What this task involves: Extract, unchanged, every line from the top of the material below through the line with "ifMay('upload_intake', () =>", and no more.
___ Data in this exercise ___
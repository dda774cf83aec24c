import { Inject, Injectable } from '@nestjs/common';
import { type DeskItem, type DeskView, type Permission, permissionsOf, type Role } from '@app/contracts';
import {
  type Database,
  type DeskHoldRow,
  findPlant,
  listDeskChannels,
  listDeskHolds,
  listDeskIntakes,
  listDeskPlans,
  listDeskSpecifications,
  type Person,
} from '@app/data';
import { CLOCK, type Clock, DATABASE } from '@app/platform';
import { AccessService } from '../access/access.service';
import { mayDecide } from '../holds/may-decide';
import { approveItem, approveSpecificationItem, checkItem, decideItem, fixItem, setAsideItem } from './desk-items';

/** A refused workbook stays on the desk so long. */
const REFUSED_FOR = 3 * 86_400_000;

/** What waits for a person at a plant. */
@Injectable()
export class DeskService {
  constructor(
    @Inject(DATABASE) private readonly database: Database,
    @Inject(CLOCK) private readonly clock: Clock,
    private readonly access: AccessService,
  ) {}

  async read(person: Person, plantId: number): Promise<DeskView> {
    const plant = await findPlant(this.database, plantId);
    const { roles } = await this.access.requireThing(person.id, plant, 'read');
    const now = this.clock.now();
    const permissions = permissionsOf(roles);
    const ifMay = <T>(permission: Permission, load: () => Promise<T[]>) =>
      permissions.includes(permission) ? load() : Promise.resolve([]);
    const [holds, intakes, plans, specifications, channels] = await Promise.all([
      ifMay('set_aside', () => listDeskHolds(this.database, plantId, person.id)),
      ifMay('upload_intake', () =>
        listDeskIntakes(this.database, plantId, person.id, new Date(now.getTime() - REFUSED_FOR)),
      ),
      ifMay('approve_plan', () => listDeskPlans(this.database, plantId, person.id)),
      ifMay('approve_specification', () => listDeskSpecifications(this.database, plantId, person.id)),
      ifMay('record_gauge_check', () => listDeskChannels(this.database, plantId, now)),
    ]);
    return {
      items: [
        ...decidable(holds, person.id, roles).map((hold) => decideItem(hold, now)),
        ...intakes.map((intake) => fixItem(intake, now)),
        ...plans.map((plan) => approveItem(plan, now)),
        ...specifications.map((proposal) => approveSpecificationItem(proposal, plantId, now)),
        ...channels.map(checkItem),
        ...holds.filter((hold) => !hold.isSetAside && hold.isOwnLine).map((hold) => setAsideItem(hold, now)),
      ] satisfies DeskItem[],
    };
  }
}

/** Whoever may decide a hold may also set its lot aside, so the holds that were loaded cover both. */
function decidable(holds: DeskHoldRow[], personId: number, roles: Role[]): DeskHoldRow[] {
  return holds.filter((hold) => mayDecide(personId, roles, { ...hold, state: 'open' }).dispositions.length > 0);
}
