import { crc32, createInflateRaw } from 'node:zlib';
import { fromBufferPromise, type Entry, type ZipFile } from 'yauzl';
import type { ReadLimits } from '../limits';
import { WorkbookRefusedError } from '../refused';
import { PASSWORD } from './identify';

const CHUNK = 64 * 1024;
/** Below this a part may be as compressible as it likes. */
const RATIO_COUNTS_FROM = 8 * 1024 * 1024;
const MAX_ENTRIES = 10_000;
const mebibytes = (bytes: number): string =>
  bytes < 1024 * 1024 ? 'less than 1 MB' : `${Math.round(bytes / 1024 / 1024)} MB`;

export const corrupt = (cause?: unknown): WorkbookRefusedError =>
  new WorkbookRefusedError(
    'corrupt',
    'The file is damaged: it begins like an Excel workbook but cannot be read to its end. Open it in Excel, save it under a new name and upload that.',
    { cause },
  );

/** @throws WorkbookRefusedError too-large */
export function assertSize(bytes: Buffer, limits: ReadLimits): void {
  if (bytes.length <= limits.maxBytes) return;
  throw new WorkbookRefusedError(
    'too-large',
    `The file has ${mebibytes(bytes.length)}; at most ${mebibytes(limits.maxBytes)} can be read. Split it, for example into a workbook a week.`,
  );
}

/** A zip archive in memory whose parts are inflated in pieces, each part at most once, all of them counted. */
export class Archive {
  private inflated = 0;

  private constructor(
    private readonly bytes: Buffer,
    private readonly zip: ZipFile,
    private readonly entries: Map<string, Entry>,
    private readonly limits: ReadLimits,
  ) {}

  /** @throws WorkbookRefusedError too-large, corrupt, password-protected */
  static async open(bytes: Buffer, limits: ReadLimits): Promise<Archive> {
    assertSize(bytes, limits);
    const entries = new Map<string, Entry>();
    let zip: ZipFile;
    try {
      zip = await fromBufferPromise(bytes);
      for await (const entry of zip.eachEntry()) {
        if (entries.size >= MAX_ENTRIES) throw new Error('too many entries');
        entries.set(entry.fileName.toLowerCase(), entry);
      }
    } catch (error) {
      throw corrupt(error);
    }
    if ([...entries.values()].some((entry) => entry.isEncrypted())) {
      throw new WorkbookRefusedError('password-protected', PASSWORD);
    }
    const archive = new Archive(bytes, zip, entries, limits);
    archive.assertDeclaredSizes();
    return archive;
  }

  has(name: string): boolean {
    return this.entries.has(name.toLowerCase());
  }

  names(): string[] {
    return [...this.entries.keys()];
  }

  /**
   * The part's bytes, inflated piece by piece as they are asked for.
   *
   * @throws WorkbookRefusedError corrupt (missing, broken, wrong CRC-32), decompression-bomb
   */
  async *read(name: string): AsyncGenerator<Buffer> {
    const entry = this.entries.get(name.toLowerCase());
    if (!entry) throw corrupt(new Error(`part ${name} is missing`));
    let size = 0;
    let sum = 0;
    try {
      for await (const piece of this.pieces(entry)) {
        size += piece.length;
        this.count(size, piece.length, entry);
        sum = crc32(piece, sum);
        yield piece;
      }
    } catch (error) {
      throw error instanceof WorkbookRefusedError ? error : corrupt(error);
    }
    if (sum !== entry.crc32 || size !== entry.uncompressedSize) throw corrupt(new Error(`part ${name} is damaged`));
  }

  private async packed(entry: Entry): Promise<Buffer> {
    const { fileDataStart } = await this.zip.readLocalFileHeaderPromise(entry, { minimal: true });
    return this.bytes.subarray(fileDataStart, fileDataStart + entry.compressedSize);
  }

  private async *pieces(entry: Entry): AsyncGenerator<Buffer> {
    const packed = await this.packed(entry);
    if (entry.compressionMethod === 0) {
      for (let at = 0; at < packed.length; at += CHUNK) yield packed.subarray(at, at + CHUNK);
    } else if (entry.compressionMethod === 8) {
      const inflate = createInflateRaw({ chunkSize: CHUNK });
      inflate.end(packed);
      yield* inflate as AsyncIterable<Buffer>;
    } else {
      throw new Error(`compression method ${entry.compressionMethod}`);
    }
  }

  /** All parts as they lie in the file, still compressed. */
  async packedParts(): Promise<{ name: string; method: number; packed: Buffer; size: number; sum: number }[]> {
    const parts = [];
    for (const entry of this.entries.values()) {
      const { fileName: name, compressionMethod: method, uncompressedSize: size, crc32: sum } = entry;
      parts.push({ name, method, packed: await this.packed(entry), size, sum });
    }
    return parts;
  }

  /** Turns away at once what admits its size; what lies about it is caught while inflating. */
  private assertDeclaredSizes(): void {
    let total = 0;
    for (const [name, entry] of this.entries) {
      if (!/\.(xml|rels)$/.test(name)) continue;
      total += entry.uncompressedSize;
      if (this.isBomb(entry.uncompressedSize, entry) || total > this.limits.maxInflatedBytes) throw this.bomb(total);
    }
  }

  private count(size: number, added: number, entry: Entry): void {
    this.inflated += added;
    if (this.isBomb(size, entry) || this.inflated > this.limits.maxInflatedBytes) throw this.bomb(this.inflated);
  }

  private isBomb(size: number, { compressedSize, uncompressedSize }: Entry): boolean {
    const isTooDense = size > RATIO_COUNTS_FROM && size / Math.max(1, compressedSize) > this.limits.maxCompressionRatio;
    return isTooDense || size > uncompressedSize + CHUNK;
  }

  private bomb(size: number): WorkbookRefusedError {
    return new WorkbookRefusedError(
      'decompression-bomb',
      `The file has ${mebibytes(this.bytes.length)} but unpacks to at least ${mebibytes(size)}, which no ordinary workbook does, so it is not read. Delete unused rows and columns, save it and upload it again.`,
    );
  }
}
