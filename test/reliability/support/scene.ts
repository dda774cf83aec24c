import { randomBytes } from 'node:crypto';
import { Client } from 'pg';
import { createDatabase, type Database, lastCompleteWeek } from '@app/data';
import { createTestDatabase } from '../../support/database';
import { insertPlant, type TestPlant } from '../../support/factories/plant';
import { insertHistory, insertPlans, workbookOf } from './history';

export interface Scene {
  plant: TestPlant;
  workbook: Buffer;
  /** A copy of the plant's database. */
  copy(): Promise<{ url: string; drop(): Promise<void> }>;
  drop(): Promise<void>;
}

async function asAdmin(sql: string): Promise<void> {
  const client = new Client({ connectionString: process.env.TEST_DATABASE_ADMIN_URL });
  await client.connect();
  try {
    await client.query(sql);
  } finally {
    await client.end();
  }
}

/** The week that ended last is told already: no program of a run makes its summary beside what is watched. */
async function insertToldWeek(db: Database, plant: TestPlant): Promise<void> {
  const madeAt = new Date();
  const { startsOn } = lastCompleteWeek(madeAt, 'Europe/London');
  const summary = { plant_id: plant.id, week_starts_on: startsOn, version: 1, content: '{}', made_at: madeAt };
  await db('summaries').insert(summary);
}

/** A plant with thirty lots on two channels whose plans are in force. */
export async function makeScene(): Promise<Scene> {
  const original = await createTestDatabase();
  const db = createDatabase(original.url, { min: 0, max: 2 });
  const plant = await insertPlant(db);
  await insertHistory(db, plant);
  await insertPlans(db, plant);
  await insertToldWeek(db, plant);
  await db.destroy();
  const source = new URL(original.url).pathname.slice(1);
  return {
    plant,
    workbook: workbookOf(plant),
    async copy() {
      const name = `ebbline_test_${randomBytes(8).toString('hex')}`;
      await asAdmin(`create database ${name} template ${source}`);
      const url = new URL(original.url);
      url.pathname = `/${name}`;
      return { url: url.href, drop: () => asAdmin(`drop database if exists ${name} with (force)`) };
    },
    drop: () => original.drop(),
  };
}
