import type { MailCatcher } from '@app/mail';
import { Client } from 'pg';

/** What stands in the database after a run, without ids, times and what may differ from run to run; order is part of it. */
const QUERIES: Record<string, string> = {
  intakes: `select file_name, state, rows_read, rows_used, rows_already_there, rows_not_used, readings_stored, readings_already_there,
    encode(sha256, 'hex') as sha256, (select encode(sha256(bytes), 'hex') from intake_bytes b where b.intake_id = i.id) as bytes
    from intakes i order by i.id`,
  problems: `select sheet, "row", "column", code, detail, severity from intake_problems order by id`,
  staged: 'select count(*)::int as count from staged_readings',
  lots: 'select number, run, starts_at, ends_at from lots order by number',
  readings: `select c.name, l.number, r.measured_at, r.value, r.occurrence, r.serial, r.position from readings r
    join channels c on c.id = r.channel_id join lots l on l.id = r.lot_id order by c.name, r.measured_at, l.number, r.occurrence`,
  lotChannels: `select c.name, l.number, lc.count, lc.mean, lc.sum_squares, lc.blocks from lot_channels lc
    join channels c on c.id = lc.channel_id join lots l on l.id = lc.lot_id order by c.name, l.number`,
  fits: `select c.name, f.edf, f.lambda, f.point_count, i.file_name from fits f join channels c on c.id = f.channel_id
    left join intakes i on i.id = f.intake_id order by c.name, f.id`,
  verdicts: `select c.name, l.number, v.is_current, v.control_state, v.is_provisional, v.not_scored_reason, v.score, v.score_limit, v.lot_mean,
    v.baseline, v.reading_count, v.specification_state, v.constant_state,
    array(select s.signal || ' ' || s.action from verdict_signals s where s.verdict_id = v.id order by 1) as signals
    from verdicts v join channels c on c.id = v.channel_id join lots l on l.id = v.lot_id order by c.name, l.number, v.id`,
  curve: `select c.name, b.at, b.value from baseline_points b join channels c on c.id = b.channel_id order by c.name, b.at`,
  holds: `select l.number, h.state, h.is_late, h.evidence_version,
    array(select k.signal || ': ' || k.sentence from hold_causes k where k.hold_id = h.id order by k.id) as causes
    from holds h join lots l on l.id = h.lot_id order by h.id`,
  /** Without the sign-ins of the client, which fall where the programs are started again. */
  audit: `select actor_name, action, thing_kind, sentence from audit_entries where action <> 'sign-in' order by id`,
  outbox: 'select kind, recipient, subject, state, last_error from outbox order by recipient, kind',
  owed: 'select name, state from owed_jobs order by id',
};

export type Outcome = Record<string, unknown[]>;

const withoutIds = (text: string) => text.replace(/\/holds\/\d+/g, '/holds/#');

/** Reads the outcome of a run: what is stored, and the mails that the catcher has. */
export async function readOutcome(url: string, catcher: MailCatcher): Promise<Outcome> {
  const client = new Client({ connectionString: url });
  await client.connect();
  try {
    const outcome: Outcome = {};
    for (const [name, sql] of Object.entries(QUERIES)) outcome[name] = (await client.query(sql)).rows as unknown[];
    outcome.mails = catcher
      .messages()
      .map(({ to, subject, text, html }) => ({ to, subject, text: withoutIds(text), html: withoutIds(html) }))
      .sort((a, b) => (a.to < b.to ? -1 : 1));
    return outcome;
  } finally {
    await client.end();
  }
}

/** Message-IDs of the outbox, sorted: each must be in the catcher once. */
export async function outboxMessageIds(url: string): Promise<string[]> {
  const client = new Client({ connectionString: url });
  await client.connect();
  try {
    const { rows } = await client.query<{ message_id: string }>('select message_id from outbox');
    return rows.map((row) => row.message_id).sort();
  } finally {
    await client.end();
  }
}
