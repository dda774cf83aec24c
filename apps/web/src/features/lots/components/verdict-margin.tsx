import type { VerdictView } from '@app/contracts';
import { disagreementWords } from '../verdict-words';

/** What the figures mean, and what removing the slow movement changed. */
export function VerdictMargin({ verdicts }: { verdicts: VerdictView[] }) {
  const disagreement = disagreementWords(verdicts);
  return (
    <>
      {disagreement !== null && (
        <p>
          <strong>{disagreement}</strong>
        </p>
      )}
      <p>
        The score is the lot mean minus the baseline fitted without this lot, in units of its own standard deviation
        (σ). A provisional verdict settles when later readings arrive.
      </p>
      <p>
        In each drawing the ochre band lies between the control limits, its rule is the baseline, the brackets are the
        specification limits. The grey rule below: control limits of the constant baseline.
      </p>
    </>
  );
}
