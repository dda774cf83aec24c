import { WorkbookRefusedError } from '../refused';
import { recogniseEncoding } from '../text/encodings';
import type { Encoding } from '../text/text-facts';

const startsWith = (bytes: Buffer, magic: readonly number[]): boolean =>
  bytes.length >= magic.length && magic.every((byte, index) => bytes[index] === byte);

const ZIP = [0x50, 0x4b, 0x03, 0x04];
const EMPTY_ZIP = [0x50, 0x4b, 0x05, 0x06];
/** Compound file (the container of .xls, and of an encrypted .xlsx), MS-CFB 2.2. */
const COMPOUND = [0xd0, 0xcf, 0x11, 0xe0, 0xa1, 0xb1, 0x1a, 0xe1];
/** BOF records of .xls files without a container: BIFF2, 3, 4 ([MS-XLS] 2.4.21 and before it). */
const BARE_XLS = [
  [0x09, 0x00, 0x04, 0x00],
  [0x09, 0x02, 0x06, 0x00],
  [0x09, 0x04, 0x06, 0x00],
];

const hasStream = (bytes: Buffer, name: string): boolean => bytes.includes(Buffer.from(`${name}\0`, 'utf16le'));

const HOW_TO_SAVE = 'In Excel choose "Save as" and the type "Excel workbook (*.xlsx)", then upload that file.';
const HOW_TO_UNPACK = 'Unpack it and upload each workbook by itself.';
export const OLD_FORMAT = `The file is in an older Excel format (.xls or .xlsb), which is not read. ${HOW_TO_SAVE}`;
export const NOT_EXCEL = `The file is not an Excel workbook. ${HOW_TO_SAVE}`;
export const OPEN_DOCUMENT =
  'The file is an OpenDocument spreadsheet (.ods), which is not read. Open it, choose "Save as" and the type "Excel 2007–365 (.xlsx)", then upload that file.';
export const NUMBERS =
  'The file is a Numbers spreadsheet, which is not read. In Numbers choose File, "Export to", "Excel", then upload that file.';
export const OFFICE_DOCUMENT = `The file is a text document or a presentation, not a workbook. Copy its table into a workbook. ${HOW_TO_SAVE}`;
export const ARCHIVE_OF_WORKBOOKS = `The file is an archive (.zip) of workbooks or text files. ${HOW_TO_UNPACK}`;
const ARCHIVE = `The file is a compressed archive, not a workbook. ${HOW_TO_UNPACK}`;
const PDF =
  'The file is a PDF, from which readings cannot be read safely. Upload the workbook or the text file (.csv) from which it was made.';
const PICTURE =
  'The file is a picture, from which readings cannot be read safely. Upload the workbook or the text file (.csv) that it shows.';
const MARKUP = `The file is a web page or an XML table under the name of an Excel workbook, as some programs export it. Open it in Excel. ${HOW_TO_SAVE}`;
const FORMATTED_TEXT = `The file is a formatted text (RTF), not a workbook. ${HOW_TO_SAVE}`;
export const PASSWORD =
  'The workbook is protected by a password, so it cannot be read. Open it in Excel, remove the password (File, Info, Protect workbook), save it and upload it again.';

/** First bytes of files that people take for a workbook, and what is said of them. */
const OTHERS: readonly (readonly [string, string])[] = [
  ['%PDF', PDF],
  ['\x89PNG', PICTURE],
  ['\xff\xd8\xff', PICTURE],
  ['GIF8', PICTURE],
  ['BM', PICTURE],
  ['II*\0', PICTURE],
  ['MM\0*', PICTURE],
  ['RIFF', PICTURE],
  ['{\\rtf', FORMATTED_TEXT],
  ['\x1f\x8b', ARCHIVE],
  ['7z\xbc\xaf', ARCHIVE],
  ['Rar!', ARCHIVE],
];
const MARKUP_START = /^\s*(?:<(?:[a-z!?/])|MIME-Version:)/i;

/**
 * Tells by its first bytes whether a file is a workbook's archive or a text file, before anything is inflated.
 *
 * @returns the encoding of a text file, null for an archive
 * @throws WorkbookRefusedError empty-file, password-protected, old-format, not-excel
 */
export function identify(bytes: Buffer): Encoding | null {
  if (bytes.length === 0) {
    throw new WorkbookRefusedError('empty-file', 'The file is empty (0 bytes). Save the workbook again and upload it.');
  }
  if (startsWith(bytes, ZIP)) return null;
  if (startsWith(bytes, EMPTY_ZIP)) throw notExcel(NOT_EXCEL);
  if (startsWith(bytes, COMPOUND)) throw ofCompound(bytes);
  if (BARE_XLS.some((magic) => startsWith(bytes, magic))) throw new WorkbookRefusedError('old-format', OLD_FORMAT);
  const encoding = recogniseEncoding(bytes);
  const head = bytes.subarray(0, 512);
  const other = OTHERS.find(([magic]) => head.toString('latin1').startsWith(magic));
  const isText = encoding !== null && other?.[1] !== PDF && other?.[1] !== FORMATTED_TEXT;
  if (!isText) throw notExcel(other?.[1] ?? NOT_EXCEL);
  if (MARKUP_START.test(new TextDecoder(encoding).decode(head))) throw notExcel(MARKUP);
  return encoding;
}

/**
 * Turns away what cannot be a workbook's archive.
 *
 * @throws WorkbookRefusedError as `identify` does, and not-excel for text files
 */
export function assertLooksLikeWorkbook(bytes: Buffer): void {
  if (identify(bytes) !== null) throw notExcel(NOT_EXCEL);
}

export const notExcel = (detail: string): WorkbookRefusedError => new WorkbookRefusedError('not-excel', detail);

function ofCompound(bytes: Buffer): WorkbookRefusedError {
  if (hasStream(bytes, 'EncryptedPackage')) return new WorkbookRefusedError('password-protected', PASSWORD);
  const isOld = hasStream(bytes, 'Workbook') || hasStream(bytes, 'Book');
  return isOld ? new WorkbookRefusedError('old-format', OLD_FORMAT) : notExcel(NOT_EXCEL);
}
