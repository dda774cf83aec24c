import type { ReadLimits } from '../limits';
import { WorkbookRefusedError } from '../refused';
import { corrupt } from './archive';
import { columnOf, MAX_COLUMN } from './cell-names';
import { GENERAL, type CellFormat } from './formats';
import { assertShort, decodeText } from './texts';
import type { OpenWorkbook, SheetPart } from './workbook-parts';
import { isTrue, parseXml, type Attributes } from './xml';

/** A cell that holds something; `number` is NaN and `text` is '' where they do not apply. */
export interface Cell {
  kind: 'number' | 'text' | 'error' | 'boolean' | 'formula-without-result';
  number: number;
  text: string;
  format: CellFormat;
}

export interface SheetRow {
  number: number;
  /** By column number from 1; a column without a cell is undefined. */
  cells: (Cell | undefined)[];
  isHidden: boolean;
}

/** Counts cells over all sheets of a workbook. */
export interface CellCount {
  cells: number;
}

/**
 * Counts one more cell.
 *
 * @throws WorkbookRefusedError too-many-cells
 */
export function assertRoomForCell(count: CellCount, { maxCells }: ReadLimits): void {
  count.cells += 1;
  if (count.cells <= maxCells) return;
  throw new WorkbookRefusedError(
    'too-many-cells',
    `The workbook has more than ${maxCells.toLocaleString('en')} filled cells. Split it, for example into a workbook a week.`,
  );
}

export interface SheetFacts {
  /** Last row of each merged area. */
  mergedUntil: number[];
  /** Runs of hidden columns, by number from 1. */
  hiddenColumns: { from: number; to: number }[];
}

export const noFacts = (): SheetFacts => ({ mergedUntil: [], hiddenColumns: [] });

/**
 * The rows of one sheet in the order of the file, in groups as they are inflated; empty rows are left out.
 * Rows and cells without their `r` attribute follow the one before them. A formula gives its stored result.
 *
 * @throws WorkbookRefusedError corrupt, too-many-cells, too-large, decompression-bomb
 */
export async function* readSheetRows(
  book: OpenWorkbook,
  sheet: SheetPart,
  limits: ReadLimits,
  count: CellCount,
  facts: SheetFacts = noFacts(),
): AsyncGenerator<SheetRow[]> {
  const parser = new SheetParser(book, limits, count, facts);
  for await (const _ of parseXml(book.archive.read(sheet.part), parser)) {
    if (parser.rows.length > 0) yield parser.takeRows();
  }
}

class SheetParser {
  rows: SheetRow[] = [];
  private row: SheetRow = { number: 0, cells: [], isHidden: false };
  private column = 0;
  private type = '';
  private style = 0;
  private value = '';
  private hasValue = false;
  private isFormula = false;
  private isTaking = false;
  private isPhonetic = false;

  constructor(
    private readonly book: OpenWorkbook,
    private readonly limits: ReadLimits,
    private readonly count: CellCount,
    private readonly facts: SheetFacts,
  ) {}

  takeRows(): SheetRow[] {
    const rows = this.rows;
    this.rows = [];
    return rows;
  }

  open = (name: string, attributes: Attributes): void => {
    switch (name) {
      case 'c':
        this.openCell(attributes);
        break;
      case 'v':
        this.hasValue = true;
        this.isTaking = true;
        break;
      case 't':
        this.isTaking = !this.isPhonetic;
        break;
      case 'f':
        this.isFormula = true;
        break;
      case 'rPh':
        this.isPhonetic = true;
        break;
      case 'row':
        this.openRow(attributes);
        break;
      case 'col':
        if (isTrue(attributes.hidden) && this.facts.hiddenColumns.length < MAX_COLUMN) {
          this.facts.hiddenColumns.push({ from: Number(attributes.min), to: Number(attributes.max) });
        }
        break;
      case 'mergeCell':
        this.facts.mergedUntil.push(Number(/\d+$/.exec(attributes.ref ?? '')?.[0] ?? 0));
        break;
    }
  };

  text = (text: string): void => {
    if (!this.isTaking) return;
    this.value += text;
    assertShort(this.value, this.limits);
  };

  close = (name: string): void => {
    switch (name) {
      case 'v':
      case 't':
        this.isTaking = false;
        break;
      case 'c':
        this.closeCell();
        break;
      case 'rPh':
        this.isPhonetic = false;
        break;
      case 'row':
        if (this.row.cells.length > 0) this.rows.push(this.row);
        this.row = { number: this.row.number, cells: [], isHidden: false };
        break;
    }
  };

  private openRow({ r, hidden }: Attributes): void {
    const number = r === undefined ? this.row.number + 1 : Number(r);
    if (!(number >= 1 && number <= 1_048_576)) throw corrupt(new Error(`row ${r}`));
    this.row = { number, cells: [], isHidden: isTrue(hidden) };
    this.column = 0;
  }

  private openCell({ r, t, s }: Attributes): void {
    this.column = r === undefined ? this.column + 1 : columnOf(r);
    if (this.column < 1 || this.column > MAX_COLUMN) throw corrupt(new Error(`cell ${r}`));
    this.type = t ?? 'n';
    this.style = s === undefined ? 0 : Number(s);
    this.value = '';
    this.hasValue = false;
    this.isFormula = false;
  }

  private closeCell(): void {
    const cell = this.toCell();
    if (!cell) return;
    assertRoomForCell(this.count, this.limits);
    this.row.cells[this.column] = cell;
  }

  private toCell(): Cell | undefined {
    const format = this.book.formats[this.style] ?? GENERAL;
    const { value } = this;
    if (value === '' || (this.type === 'n' && value.trim() === '')) {
      // An empty text as result is said to be one (t="str"); an empty value without a type is a result nobody worked out.
      return this.isFormula && (!this.hasValue || this.type === 'n')
        ? { kind: 'formula-without-result', number: NaN, text: '', format }
        : undefined;
    }
    switch (this.type) {
      case 'n': {
        const number = Number(value);
        if (Number.isNaN(number)) throw corrupt(new Error(`number ${value}`));
        return { kind: 'number', number, text: '', format };
      }
      case 's': {
        const text = this.book.texts[Number(value)];
        if (text === undefined) throw corrupt(new Error(`shared text ${value}`));
        return text === '' ? undefined : { kind: 'text', number: NaN, text, format };
      }
      case 'b':
        return { kind: 'boolean', number: NaN, text: value === '1' ? 'TRUE' : 'FALSE', format };
      case 'e':
        return { kind: 'error', number: NaN, text: value, format };
      default:
        return { kind: 'text', number: NaN, text: decodeText(value), format };
    }
  }
}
___
Response to this task:
repository dda774cf83aec24c
import { Inject, Injectable } from '@nestjs/common';
import { type DeskItem, type DeskView, type Permission, permissionsOf, type Role } from '@app/contracts';
import {
  type Database,
  type DeskHoldRow,
  findPlant,
  listDeskChannels,
  listDeskHolds,
  listDeskIntakes,
  listDeskPlans,
  listDeskSpecifications,
  type Person,
} from '@app/data';
import { CLOCK, type Clock, DATABASE } from '@app/platform';
import { AccessService } from '../access/access.service';
import { mayDecide } from '../holds/may-decide';
import { approveItem, approveSpecificationItem, checkItem, decideItem, fixItem, setAsideItem } from './desk-items';

/** A refused workbook stays on the desk so long. */
const REFUSED_FOR = 3 * 86_400_000;

/** What waits for a person at a plant. */
@Injectable()
export class DeskService {
  constructor(
    @Inject(DATABASE) private readonly database: Database,
    @Inject(CLOCK) private readonly clock: Clock,
    private readonly access: AccessService,
  ) {}

  async read(person: Person, plantId: number): Promise<DeskView> {
    const plant = await findPlant(this.database, plantId);
    const { roles } = await this.access.requireThing(person.id, plant, 'read');
    const now = this.clock.now();
    const permissions = permissionsOf(roles);
    const ifMay = <T>(permission: Permission, load: () => Promise<T[]>) =>
      permissions.includes(permission) ? load() : Promise.resolve([]);
    const [holds, intakes, plans, specifications, channels] = await Promise.all([
      ifMay('set_aside', () => listDeskHolds(this.database, plantId, person.id)),
      ifMay('upload_intake', () =>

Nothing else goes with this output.